LGTM! Thanks for making all the changes @huntergr and adding the tests. This patch is low risk at the moment with the flag being disabled currently. At some point once there have been performance investigations to prove there are no regressions we can then enable this by default.

llvm/include/llvm/Analysis/LoopAccessAnalysis.h
20

Is this needed? Other SCEV types are forward-declared below, so ScalarEvolution.h doesn't need to be included.

334

Could we use a bool for Fork if it only has 2 possible values?

llvm/include/llvm/Analysis/ScalarEvolution.h
750

This is only used by LAA. Is there a reason this needs to be part of ScalarEvolution?

llvm/test/Transforms/LoopVectorize/forked-pointers.ll
2

the tests running -loop-accesses should be in llvm/test/Analysis/LoopAccessAnalysis.

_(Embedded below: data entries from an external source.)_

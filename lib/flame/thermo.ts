/**
 * Species and mixture thermo of a mechanism on its own NASA-7 records (see ../thermo/nasa7.ts for the
 * polynomials, which are evaluated only there). Standard state: the mechanism's (1 atm for
 * CHEMKIN-format data, `mech.standardPressurePa`). All functions are allocation-free; outputs are
 * caller-owned Float64Arrays of length nSpecies.
 */
import { evalPackedInto } from "../thermo/nasa7";
import { R_J_per_molK } from "../units/constants";
import type { Mechanism } from "./mechanism";

/** cp/R, h/RT (formation enthalpy included) and s°/R of every species at T. */
export function speciesThermoInto(mech: Mechanism, T: number, cp_R: Float64Array, h_RT: Float64Array, s_R: Float64Array): void {
  evalPackedInto(mech.nasa7, mech.nSpecies, T, cp_R, h_RT, s_R);
}

/** Mean molar mass, kg/mol, of a mixture given by mass fractions Y. */
export function meanMolarMass(mech: Mechanism, Y: Float64Array): number {
  const W = mech.molarMass_kg_per_mol;
  let s = 0;
  for (let k = 0; k < mech.nSpecies; k++) s += Y[k] / W[k];
  return 1 / s;
}

/** Mean molar mass, kg/mol, of a mixture given by mole fractions X. */
export function meanMolarMassFromMole(mech: Mechanism, X: Float64Array): number {
  const W = mech.molarMass_kg_per_mol;
  let s = 0;
  for (let k = 0; k < mech.nSpecies; k++) s += X[k] * W[k];
  return s;
}

/** Mole fractions X from mass fractions Y (X may not alias Y). */
export function massToMole(mech: Mechanism, Y: Float64Array, X: Float64Array): void {
  const W = mech.molarMass_kg_per_mol;
  const Wm = meanMolarMass(mech, Y);
  for (let k = 0; k < mech.nSpecies; k++) X[k] = (Y[k] * Wm) / W[k];
}

/** Mass fractions Y from mole fractions X (Y may not alias X). */
export function moleToMass(mech: Mechanism, X: Float64Array, Y: Float64Array): void {
  const W = mech.molarMass_kg_per_mol;
  const Wm = meanMolarMassFromMole(mech, X);
  for (let k = 0; k < mech.nSpecies; k++) Y[k] = (X[k] * W[k]) / Wm;
}

/** Mixture cp, J/(kg·K), from species cp/R (evaluated at T by speciesThermoInto) and mass fractions. */
export function mixtureCp_J_per_kgK(mech: Mechanism, cp_R: Float64Array, Y: Float64Array): number {
  const W = mech.molarMass_kg_per_mol;
  let s = 0;
  for (let k = 0; k < mech.nSpecies; k++) s += (Y[k] * cp_R[k]) / W[k];
  return R_J_per_molK * s;
}

/** Mixture enthalpy, J/kg (formation enthalpies included), from species h/RT at T and mass fractions. */
export function mixtureEnthalpy_J_per_kg(mech: Mechanism, T: number, h_RT: Float64Array, Y: Float64Array): number {
  const W = mech.molarMass_kg_per_mol;
  let s = 0;
  for (let k = 0; k < mech.nSpecies; k++) s += (Y[k] * h_RT[k]) / W[k];
  return R_J_per_molK * T * s;
}

/** Species enthalpies, J/kg, from h/RT at T (for the energy equation's Σ h_k ω̇_k W_k). */
export function speciesEnthalpy_J_per_kg_Into(mech: Mechanism, T: number, h_RT: Float64Array, out: Float64Array): void {
  const W = mech.molarMass_kg_per_mol;
  const RT = R_J_per_molK * T;
  for (let k = 0; k < mech.nSpecies; k++) out[k] = (h_RT[k] * RT) / W[k];
}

Also, could you pre-commit the tests and update the diff here to show only the difference? That way it is a bit easier to see the impact in the diff.

I just realized how this may be a bit similar to how we handle pointers that are phi nodes. Currently those are handled by adding accesses for both incoming values (see D109381). Unfortunately the same approach cannot be directly used for selects, because we need to create 2 pointers that do not exist in the IR.

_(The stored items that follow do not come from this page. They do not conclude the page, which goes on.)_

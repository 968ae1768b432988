/**
 * Reaction mechanisms for the flame engine: species, NASA-7 thermo, Lennard-Jones transport data and
 * reactions, read from the project's own JSON data files (made once from the published mechanism by
 * ./mechanism/convert-cli.ts, SI units, see the `conversion` note in each file). No YAML at run time.
 *
 * Mechanism thermo vs Stoke's species data: the flame engine (kinetics, flame, post-flame) uses the
 * mechanism's own NASA-7 records (standard-state pressure 1 atm, the CHEMKIN convention), so that
 * reverse rates and the flame's energy balance are those the mechanism was built with. Stoke's
 * equilibrium solver and the plant model use lib/thermo/species-data.ts (NASA Glenn, 1 bar); the two
 * differ slightly (e.g. enthalpies of formation by a few hundred J/mol for some species).
 */
import { ATOMIC_WEIGHT_g_per_mol } from "../thermo/elements";
import type { Element } from "../thermo/nasa7";
import { atmospherePa } from "../units/constants";
import type { RawMechanism, RawRate } from "./mechanism/convert";
import gri30Json from "./mechanism/gri30.json";

export type ReactionType = "elementary" | "three-body" | "falloff";

export interface ReactionData {
  readonly equation: string;
  readonly type: ReactionType;
  readonly reversible: boolean;
  readonly duplicate: boolean;
  /** Species indices and stoichiometric coefficients of the reactants (left side, without M). */
  readonly reactantIndex: readonly number[];
  readonly reactantCoeff: readonly number[];
  readonly productIndex: readonly number[];
  readonly productCoeff: readonly number[];
  /**
   * Orders of the forward rate in the concentrations: equal to the reactant coefficients unless the
   * mechanism gives non-standard `orders`. The reverse rate always uses the product coefficients.
   */
  readonly forwardOrderIndex: readonly number[];
  readonly forwardOrder: readonly number[];
  readonly hasNonStandardOrders: boolean;
  /** Rate constant k = A T^b exp(−Ea/RT), SI ((m³/mol)^(n−1)/s, J/mol). Fall-off: the high-pressure limit. */
  readonly rate: RawRate;
  /** Fall-off only: low-pressure limit k0 (one order higher). */
  readonly lowRate: RawRate | null;
  /** Troe parameters [A, T3, T1, T2] (T2 null when the mechanism omits it), fall-off only; null = Lindemann. */
  readonly troe: readonly [number, number, number, number | null] | null;
  /** Third-body efficiencies for every species (default efficiency where none is given); null for elementary reactions. */
  readonly efficiencies: Float64Array | null;
}

export interface Mechanism {
  readonly name: string;
  readonly citation: string;
  /** How the data file was made from the published mechanism (units converted, what was copied). */
  readonly conversion: string;
  readonly nSpecies: number;
  readonly speciesNames: readonly string[];
  readonly speciesIndex: ReadonlyMap<string, number>;
  readonly elementNames: readonly string[];
  /** atoms of element e in species k at [e * nSpecies + k] */
  readonly elementMatrix: Float64Array;
  readonly molarMass_kg_per_mol: Float64Array;
  /** NASA-7 per species: [Tlow, Tmid, Thigh, low a1..a7, high a1..a7] at [k * 17 ...] */
  readonly nasa7: Float64Array;
  /** Standard-state pressure of the NASA-7 data, Pa (1 atm for CHEMKIN-format mechanisms). */
  readonly standardPressurePa: number;
  /** transport data per species (Float64Array of length nSpecies each) */
  readonly transport: {
    geometry: Uint8Array; // 0 atom, 1 linear, 2 nonlinear
    wellDepthK: Float64Array; // ε/k_B
    diameterAngstrom: Float64Array; // σ
    dipoleDebye: Float64Array;
    polarizabilityAngstrom3: Float64Array;
    rotationalRelaxation: Float64Array; // Z_rot at 298 K
  };
  readonly reactions: readonly ReactionData[];
}

export type MechanismName = "gri30";

/** The data files Stoke carries. To add a mechanism: see DEVELOPERS.md (flame engine). */
const DATA: Readonly<Record<MechanismName, unknown>> = { gri30: gri30Json };

const cache = new Map<string, Mechanism>();

/** Builds the typed mechanism from its converted JSON form. Exported for tests (fresh conversions). */
export function buildMechanism(raw: RawMechanism): Mechanism {
  const nS = raw.species.length;
  const speciesNames = raw.species.map((s) => s.name);
  const speciesIndex = new Map<string, number>(speciesNames.map((n, i) => [n, i]));
  const elementNames = raw.elements;
  const elementMatrix = new Float64Array(elementNames.length * nS);
  const molarMass = new Float64Array(nS);
  const nasa7 = new Float64Array(nS * 17);
  const geometry = new Uint8Array(nS);
  const wellDepthK = new Float64Array(nS);
  const diameterAngstrom = new Float64Array(nS);
  const dipoleDebye = new Float64Array(nS);
  const polarizabilityAngstrom3 = new Float64Array(nS);
  const rotationalRelaxation = new Float64Array(nS);
  raw.species.forEach((sp, k) => {
    let m = 0;
    for (const [el, count] of Object.entries(sp.composition)) {
      const e = elementNames.indexOf(el);
      if (e < 0) throw new Error(`mechanism ${raw.name}: species ${sp.name} has element ${el} outside the element list`);
      elementMatrix[e * nS + k] = count;
      const w = ATOMIC_WEIGHT_g_per_mol[el as Element];
      if (w === undefined) throw new Error(`mechanism ${raw.name}: no atomic weight for element ${el}`);
      m += count * w;
    }
    molarMass[k] = m / 1000;
    nasa7.set(sp.thermo.rangesK, k * 17);
    nasa7.set(sp.thermo.low, k * 17 + 3);
    nasa7.set(sp.thermo.high, k * 17 + 10);
    const t = sp.transport;
    geometry[k] = t.geometry === "atom" ? 0 : t.geometry === "linear" ? 1 : 2;
    wellDepthK[k] = t.wellDepthK;
    diameterAngstrom[k] = t.diameterAngstrom;
    dipoleDebye[k] = t.dipoleDebye;
    polarizabilityAngstrom3[k] = t.polarizabilityAngstrom3;
    rotationalRelaxation[k] = t.rotationalRelaxation;
  });
  const idx = (n: string) => {
    const i = speciesIndex.get(n);
    if (i === undefined) throw new Error(`mechanism ${raw.name}: unknown species ${n}`);
    return i;
  };
  const reactions: ReactionData[] = raw.reactions.map((r) => {
    const rs = Object.entries(r.reactants);
    const ps = Object.entries(r.products);
    let forwardOrderIndex = rs.map(([n]) => idx(n));
    let forwardOrder = rs.map(([, c]) => c);
    if (r.orders) {
      const o = new Map<number, number>(rs.map(([n, c]) => [idx(n), c]));
      for (const [n, v] of Object.entries(r.orders)) o.set(idx(n), v);
      forwardOrderIndex = [...o.keys()];
      forwardOrder = [...o.values()];
    }
    let efficiencies: Float64Array | null = null;
    if (r.type !== "elementary") {
      efficiencies = new Float64Array(nS).fill(r.defaultEfficiency);
      if (r.efficiencies) for (const [n, v] of Object.entries(r.efficiencies)) efficiencies[idx(n)] = v;
    }
    return {
      equation: r.equation,
      type: r.type,
      reversible: r.reversible,
      duplicate: r.duplicate,
      reactantIndex: rs.map(([n]) => idx(n)),
      reactantCoeff: rs.map(([, c]) => c),
      productIndex: ps.map(([n]) => idx(n)),
      productCoeff: ps.map(([, c]) => c),
      forwardOrderIndex,
      forwardOrder,
      hasNonStandardOrders: r.orders !== null,
      rate: r.rate,
      lowRate: r.lowRate,
      troe: r.troe,
      efficiencies,
    };
  });
  return {
    name: raw.name,
    citation: raw.citation,
    conversion: raw.conversion,
    nSpecies: nS,
    speciesNames,
    speciesIndex,
    elementNames,
    elementMatrix,
    molarMass_kg_per_mol: molarMass,
    nasa7,
    // CHEMKIN-format thermo data (and so the mechanism's equilibrium constants) refer to 1 atm.
    standardPressurePa: atmospherePa,
    transport: { geometry, wellDepthK, diameterAngstrom, dipoleDebye, polarizabilityAngstrom3, rotationalRelaxation },
    reactions,
  };
}

/** The mechanism, parsed once and cached (the returned object is shared: do not modify its arrays). */
export function loadMechanism(name: MechanismName = "gri30"): Mechanism {
  let m = cache.get(name);
  if (!m) {
    m = buildMechanism(DATA[name] as RawMechanism);
    cache.set(name, m);
  }
  return m;
}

But if MemAccessInfo/ would also carry the pointer SCEV directly, I think it would be possible to avoid adding another dimension to RuntimePointerChecking::PointerInfo. Instead we would add 2 PointerInfo entries with separate translated pointer SCEVs. I put up a rough sketch of what this may look like in D114480, D114479 to see how this may look like

fhahn added a comment.Tue, Nov 23, 4:19 PM

I just realized how this may be a bit similar to how we handle pointers that are phi nodes. Currently those are handled by adding accesses for both incoming values (see D109381). Unfortunately the same approach cannot be directly used for selects, because we need to create 2 pointers that do not exist in the IR.

But if MemAccessInfo/ would also carry the pointer SCEV directly, I think it would be possible to avoid adding another dimension to RuntimePointerChecking::PointerInfo. Instead we would add 2 PointerInfo entries with separate translated pointer SCEVs. I put up a rough sketch of what this may look like in D114480, D114479 to see how this may look like

I also put up a sketch of a stripped down variant that only supports runtime check generation by adding multiple PointerInfos with different associated pointer SCEVs: D114487.

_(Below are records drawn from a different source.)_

/**
 * The transport evaluator of a mechanism. The kinetic theory and the polynomial fits are computed
 * once per mechanism and option set (a few hundred milliseconds) and cached; each call returns an
 * evaluator with its own work arrays. evaluate() allocates nothing and keeps the temperature-only
 * part (pure-species values, Wilke's Φ_kj, D_jk·p, θ_kj) from its previous call when T is the same,
 * so perturbing only the composition (Jacobian columns) costs two K×K sums.
 */
export function createMixtureTransport(mech: Mechanism, options: TransportOptions = {}): MixtureTransport {
  const soret = options.soret === true;
  const F = fitsFor(mech, soret);
  const { K, uc, uh, viscFit, condFit, diffFit, light, thetaFit, wq, wd, wr } = F;
  const Wm = F.W;
  const nL = light.length;

  // Work arrays for evaluate(): T-only quantities (kept while T is unchanged) and composition ones
  let lastT = Number.NaN;
  const etaK = new Float64Array(K); // η_k / √T  (√T cancels in Wilke's rule)
  const lamK = new Float64Array(K); // λ_k
  const phi = new Float64Array(K * K); // Wilke Φ_kj
  const invDp = new Float64Array(K * K); // T^1.5 / (p D_jk), zero diagonal
  const theta = new Float64Array(nL * K); // θ_kj of the light species
  const sv = new Float64Array(K);
  const invSv = new Float64Array(K);
  const Xc = new Float64Array(K);

  const poly = (c: Float64Array, at: number, u: number): number =>
    c[at] + u * (c[at + 1] + u * (c[at + 2] + u * (c[at + 3] + u * c[at + 4])));
  const uOf = (T: number): number => (Math.log(T) - uc) / uh;
  const checkState = (T: number, p: number): void => {
    if (!(T > 0 && T < Infinity)) throw new Error(`transport: temperature ${T} K is not a positive finite number`);
    if (!(p > 0 && p < Infinity)) throw new Error(`transport: pressure ${p} Pa is not a positive finite number`);
  };

  function temperaturePart(T: number): void {
    const u = uOf(T);
    const u2 = u * u,
      u3 = u2 * u,
      u4 = u3 * u;
    const sqrtT = Math.sqrt(T);
    for (let k = 0; k < K; k++) {
      const o = k * NC;
      const s = viscFit[o] + viscFit[o + 1] * u + viscFit[o + 2] * u2 + viscFit[o + 3] * u3 + viscFit[o + 4] * u4;
      sv[k] = s;
      invSv[k] = 1 / s;
      etaK[k] = s * s;
      const c = k * NCL;
      lamK[k] =
        sqrtT *
        (condFit[c] +
          u *
            (condFit[c + 1] +
              u * (condFit[c + 2] + u * (condFit[c + 3] + u * (condFit[c + 4] + u * (condFit[c + 5] + u * condFit[c + 6]))))));
    }
    // Wilke: Φ_kj = [1 + (η_k/η_j)^½ (W_j/W_k)^¼]² / √(8(1 + W_k/W_j)); Φ_jk = Φ_kj (η_j/η_k)(W_k/W_j)
    for (let k = 0; k < K; k++) {
      const row = k * K;
      phi[row + k] = 1;
      const sk = sv[k];
      for (let j = k + 1; j < K; j++) {
        const r = sk * invSv[j] * wq[row + j]; // (η_k/η_j)^½ (W_j/W_k)^¼
        const a = 1 + r;
        const p = a * a * wd[row + j];
        phi[row + j] = p;
        const t = sv[j] * invSv[k]; // (η_j/η_k)^½
        phi[j * K + k] = p * t * t * wr[row + j]; // Φ_jk = Φ_kj (η_j/η_k)(W_k/W_j)
      }
    }
    for (let j = 0; j < K; j++) {
      invDp[j * K + j] = 0;
      for (let k = j + 1; k < K; k++) {
        const o = (j * K + k) * NC;
        const g = diffFit[o] + diffFit[o + 1] * u + diffFit[o + 2] * u2 + diffFit[o + 3] * u3 + diffFit[o + 4] * u4;
        invDp[j * K + k] = g;
        invDp[k * K + j] = g;
      }
    }
    for (let l = 0; l < nL; l++) {
      for (let j = 0; j < K; j++) {
        const o = (l * K + j) * NC;
        theta[l * K + j] =
          j === light[l] ? 0 : thetaFit[o] + thetaFit[o + 1] * u + thetaFit[o + 2] * u2 + thetaFit[o + 3] * u3 + thetaFit[o + 4] * u4;
      }
    }
    lastT = T;
  }

  function evaluate(T: number, p_Pa: number, X: Float64Array, out: MixtureTransportOut): void {
    checkState(T, p_Pa);
    if (T !== lastT) temperaturePart(T);
    // floored, normalised mole fractions
    let sumX = 0;
    for (let k = 0; k < K; k++) {
      const x = X[k] > 0 ? X[k] + X_FLOOR : X_FLOOR;
      Xc[k] = x;
      sumX += x;
    }
    const invSumX = 1 / sumX;
    let Wbar = 0,
      sumXlam = 0,
      sumXoverLam = 0;
    for (let k = 0; k < K; k++) {
      const x = Xc[k] * invSumX;
      Xc[k] = x;
      Wbar += x * Wm[k];
      sumXlam += x * lamK[k];
      sumXoverLam += x / lamK[k];
    }
    out.conductivity_W_per_mK = 0.5 * (sumXlam + 1 / sumXoverLam);

    // Wilke's sums and the diffusion closure D_km = Σ_{j≠k} X_j W_j / (W̄ Σ_{j≠k} X_j / D_jk)
    const scale = (T * Math.sqrt(T)) / p_Pa; // D_jk = scale / invDp
    const Dkm = out.Dkm_m2_per_s;
    let eta = 0;
    for (let k = 0; k < K; k++) {
      const row = k * K;
      let den = 0,
        dsum = 0;
      for (let j = 0; j < K; j++) {
        const x = Xc[j];
        den += x * phi[row + j];
        dsum += x * invDp[row + j];
      }
      eta += (Xc[k] * etaK[k]) / den;
      let num = Wbar - Xc[k] * Wm[k];
      if (num < 1e-6 * Wbar) {
        // nearly pure k: sum the others explicitly (no cancellation)
        num = 0;
        for (let j = 0; j < K; j++) if (j !== k) num += Xc[j] * Wm[j];
      }
      Dkm[k] = (num * scale) / (Wbar * dsum);
    }
    out.viscosity_Pa_s = eta * Math.sqrt(T);

    if (soret) {
      const kT = out.thermalDiffusionRatio;
      for (let l = 0; l < nL; l++) {
        const k = light[l];
        let s = 0;
        for (let j = 0; j < K; j++) s += Xc[j] * theta[l * K + j];
        kT[k] = s * Xc[k];
      }
    }
  }

  return {
    soret,
    description: describe(mech, soret),
    lightSpecies: light,
    evaluate,
    newOutput: () => ({
      viscosity_Pa_s: Number.NaN,
      conductivity_W_per_mK: Number.NaN,
      Dkm_m2_per_s: new Float64Array(K),
      thermalDiffusionRatio: new Float64Array(K),
    }),
    pureViscosity_Pa_s(k: number, T: number): number {
      checkState(T, 1);
      const s = poly(viscFit, k * NC, uOf(T));
      return s * s * Math.sqrt(T);
    },
    pureConductivity_W_per_mK(k: number, T: number): number {
      checkState(T, 1);
      const u = uOf(T);
      let v = 0;
      for (let q = NCL - 1; q >= 0; q--) v = v * u + condFit[k * NCL + q];
      return Math.sqrt(T) * v;
    },
    binaryDiffusion_m2_per_s(j: number, k: number, T: number, p_Pa: number): number {
      checkState(T, p_Pa);
      return (T * Math.sqrt(T)) / (p_Pa * poly(diffFit, (j * K + k) * NC, uOf(T)));
    },
  };
}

The variant that also extends MemAccessInfo should also be able to determine that certain loops are safe without runtime checks, e.g. like the one below I think:

%s1 = type { [32000 x float], [32000 x float], [32000 x float] }
define dso_local void @foo(%s1 * nocapture readonly %Base, i32* nocapture readonly %Preds) {
entry:
  br label %for.body

for.cond.cleanup:
  ret void

for.body:
  %indvars.iv = phi i64 [ 0, %entry ], [ %indvars.iv.next, %for.body ]
  %arrayidx = getelementptr inbounds i32, i32* %Preds, i64 %indvars.iv
  %0 = load i32, i32* %arrayidx, align 4
  %cmp1.not = icmp eq i32 %0, 0
  %gep.1 = getelementptr inbounds %s1, %s1* %Base, i64 0, i32 1, i32 0
  %gep.2 = getelementptr inbounds %s1, %s1* %Base, i64 0, i32 2, i32 0
  %spec.select = select i1 %cmp1.not, float* %gep.1, float* %gep.2
  %.sink.in = getelementptr inbounds float, float* %spec.select, i64 %indvars.iv
  %.sink = load float, float* %.sink.in, align 4
  %1= getelementptr inbounds %s1, %s1 * %Base, i64 0, i32 0, i64 %indvars.iv
  store float %.sink, float* %1, align 4
  %indvars.iv.next = add nuw nsw i64 %indvars.iv, 1
  %exitcond.not = icmp eq i64 %indvars.iv.next, 100
  br i1 %exitcond.not, label %for.cond.cleanup, label %for.body
}
huntergr updated this revision to Diff 389956.Fri, Nov 26, 2:22 AM

Revised based on @fhahn 's initial suggestions, rebased.

I'll look into the MemAccessInfo approach.

huntergr marked 3 inline comments as done.Fri, Nov 26, 2:27 AM
huntergr added inline comments.
llvm/include/llvm/Analysis/LoopAccessAnalysis.h
20

It was there to include the 'using ForkedPointer =' definition, but moving it out of ScalarEvolution means we can just define it here.

I had hoped that we could maybe integrate it further into ScalarEvolution as a new type of SCEV, but maybe this isn't the right time -- you're correct, this will be the only user for now, so we can just keep it here until we find a case where it would be useful to have it more widely available.